Era  quasi certa che Ginny avesse prima imprecato e poi urlato una qualche  maledizione contro il fratello, se non altro in quel momento Hermione  sperava che la buona mira della rossa non avesse smesso di funzionare  proprio quella sera. Harry aveva provato a raggiungerla mentre, una  volta abbandonato malamente il calice sul tavolo, era fuggita più veloce  che poteva da quell'immagine che aveva avuto il potere di distruggere  in mille pezzi il suo cuore. Aveva seminato l'amico riuscendo a  raggiungere appena in tempo una scalinata che subito dopo aveva preso a  spostarsi nel vuoto; -alle scale piace cambiare- le avevano  detto il primo anno ad Hogwarts, e mai come quella sera Hermione fu  grata ai fondatori per aver inserito quella peculiarità magica nel  Castello; infatti, se negli anni precedenti aveva odiato le scale  proprio per i ritardi che rischiavano ogni volta di causarle con le  lezioni, in quel preciso istante l'avevano salvata dagli occhi  compassionevoli di Harry che in quella situazione sarebbero risultati  solo ulteriormente umilianti.

Perchè era proprio così che Hermione Jean Granger si sentiva: umiliata.

Umiliata come donna, come amica, come amante. Usata da colui  che si era professato un vero amico. Si sentiva calpestata nel suo ego  femminile, distrutta nel profondo del suo animo. Lei che aveva sempre  aborrito trucchi e acconciature, vestiti sfarzosi e accessori superflui  in nome del sapere, della conoscenza, della giustizia, della lealtà e  dell'anticonformismo, quella sera aveva accantonato tutto per lui e,  cosa ancora più dolorosa, si era resa conto che per lui sarebbe stata  disposta a fare la stessa cosa anche il giorno successivo e quello dopo  ancora e poi ancora e ancora. Tutto inutile.

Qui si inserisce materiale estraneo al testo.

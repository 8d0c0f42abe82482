"""What is odd about the rows of a record of counts: order, repeats, gaps, clocks, empty frames."""

from __future__ import annotations

import hashlib
from collections.abc import Sequence
from dataclasses import dataclass

import numpy as np
from numpy.typing import NDArray

from recon.counts.record import CountsRecord
from recon.errors import InputError

CLOCK_STEPS = 3.0
"""Intervals between rows beyond which the clock is said to have jumped, in usual intervals."""


@dataclass(frozen=True)
class Finding:
    """One oddity: what was found, where, and what was done about it."""

    what: str
    where: str
    done: str

    def __str__(self) -> str:
        return f"{self.where}: {self.what}; {self.done}"


def inspect_rows(record: CountsRecord) -> tuple[NDArray[np.int64], list[Finding]]:
    """Which rows to use, and what is odd about them.

    Raises
    ------
    InputError
        There is no whole row, or a row belongs to no shot of the protocol.
    """
    where = str(record.path)
    if len(record) == 0:
        raise InputError("has no whole shot", where, "measure at least one")
    beyond = np.flatnonzero((record.shot < 0) | (record.shot >= len(record.protocol)))
    if beyond.size:
        raise InputError(
            f"row {beyond[0]} measures shot {record.shot[beyond[0]]}, the protocol has "
            f"{len(record.protocol)}",
            where,
            "put the right protocol beside the counts",
        )
    found = [Finding(record.cut, where, "the rest is read")] if record.cut else []
    found += _order(record, where) + _clock(record, where)
    use, repeats = _repeats(record, where)
    found += repeats + _missing(record, use, where)
    return use, found


def _order(record: CountsRecord, where: str) -> list[Finding]:
    falls = np.flatnonzero(np.diff(record.shot) < 0)
    if not falls.size:
        return []
    what = f"{falls.size} rows come before a shot that precedes them in the table, first row"
    return [Finding(f"{what} {falls[0] + 1}", where, "each is put where its shot number says")]


def _clock(record: CountsRecord, where: str) -> list[Finding]:
    clock = record.clock_time
    wrong = np.flatnonzero(~np.isfinite(clock))
    if wrong.size:
        return [
            Finding(
                f"the clock of row {wrong[0]} is not a number",
                where,
                "the protocol's times are used throughout",
            )
        ]
    steps = np.diff(clock)
    if steps.size < 2:
        return []
    found = []
    back = np.flatnonzero(steps <= 0)
    if back.size:
        found.append(
            Finding(
                f"the clock runs back by {-steps[back[0]]:.3g} s at row {back[0] + 1}"
                + (f" and at {back.size - 1} more" if back.size > 1 else ""),
                where,
                "clock times are used as they stand",
            )
        )
    usual = float(np.median(steps))
    jumps = np.flatnonzero(steps > CLOCK_STEPS * usual) if usual > 0 else back
    if jumps.size and usual > 0:
        found.append(
            Finding(
                f"the clock jumps by {steps[jumps[0]]:.3g} s at row {jumps[0] + 1}, where "
                f"{usual:.3g} s is usual"
                + (f", and at {jumps.size - 1} more" if jumps.size > 1 else ""),
                where,
                "drift is not followed across the jump",
            )
        )
    return found


def _repeats(record: CountsRecord, where: str) -> tuple[NDArray[np.int64], list[Finding]]:
    """Rows to use: a copy of an earlier row is left out, a new measurement of it is averaged in."""
    measured = np.bincount(record.shot, minlength=len(record.protocol))
    over = np.flatnonzero(measured > record.protocol.averages)
    use = np.ones(len(record), bool)
    found = []
    if over.size:
        copies = _copies(record, over)
        use[copies] = False
        if copies:
            found.append(
                Finding(
                    f"{len(copies)} rows are copies of earlier ones, first row {copies[0]}",
                    where,
                    "the copies are left out",
                )
            )
        measured = np.bincount(record.shot[use], minlength=len(record.protocol))
        more = np.flatnonzero(measured > record.protocol.averages)
        if more.size:
            found.append(
                Finding(
                    f"{more.size} shots were measured more often than planned, first shot "
                    f"{more[0]} ({measured[more[0]]} times)",
                    where,
                    "all measurements are averaged",
                )
            )
    return np.flatnonzero(use), found


def _copies(record: CountsRecord, shots: NDArray[np.intp]) -> list[int]:
    """Rows of these shots whose counts equal those of an earlier row."""
    wanted = np.isin(record.shot, shots)
    seen: set[tuple[int, bytes]] = set()
    copies = []
    for where, signal, _ in record.rows(1):
        row = where.start
        if wanted[row]:
            key = (int(record.shot[row]), hashlib.sha256(signal.tobytes()).digest())
            if key in seen:
                copies.append(row)
            seen.add(key)
    return copies


def _missing(record: CountsRecord, use: NDArray[np.int64], where: str) -> list[Finding]:
    measured = np.bincount(record.shot[use], minlength=len(record.protocol))
    absent = np.flatnonzero(measured == 0)
    fewer = np.flatnonzero((measured > 0) & (measured < record.protocol.averages))
    found = []
    if absent.size:
        found.append(
            Finding(
                f"{absent.size} of {len(measured)} shots were not measured: {_listed(absent)}",
                where,
                "the samples hold the others",
            )
        )
    if fewer.size:
        found.append(
            Finding(
                f"{fewer.size} shots have fewer averages than planned: {_listed(fewer)}",
                where,
                "their weight is smaller",
            )
        )
    return found


def _listed(numbers: Sequence[int] | NDArray[np.intp], most: int = 8) -> str:
    text = ", ".join(str(int(one)) for one in numbers[:most])
    return text + (", …" if len(numbers) > most else "")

Iniziava a dolerle la pancia ormai, seduta nell'angolino di una delle  tante scalinate, nemmeno sapeva esattamente quale, scossa da singhiozzi e  singulti, rannicchiata su sè stessa Hermione si malediva per essere  stata così sciocca e così cieca. Le scarpe tanto alte quanto scomode  accantonate alla bell'e meglio accanto ai suoi piedi martoriati e  arrossati dalla corsa su quei trampoli a cui non era abituata. Piangeva  Hermione, piangeva disperata per la prima volta dopo la conclusione  della Guerra, piangeva e rideva perchè la sua razionalità aveva il  brutto vizio di fare capolino anche nei momenti meno opportuni, e la sua  razionalità le stava facendo notare che dopo anni stava piangendo non  per una morte o per la disperazione e l'angoscia di non sapere se  sarebbe arrivata intera a fine giornata, stava piangendo per una cosa  che alla sua età doveva essere normale: l'amore.

L'amore non corrisposto.

"Granger, sono cosciente del fatto che la Guerra abbia cambiato molte  persone, ma non ho mai avuto l'ardire di pensare che avesse potuto  rincretinire proprio te."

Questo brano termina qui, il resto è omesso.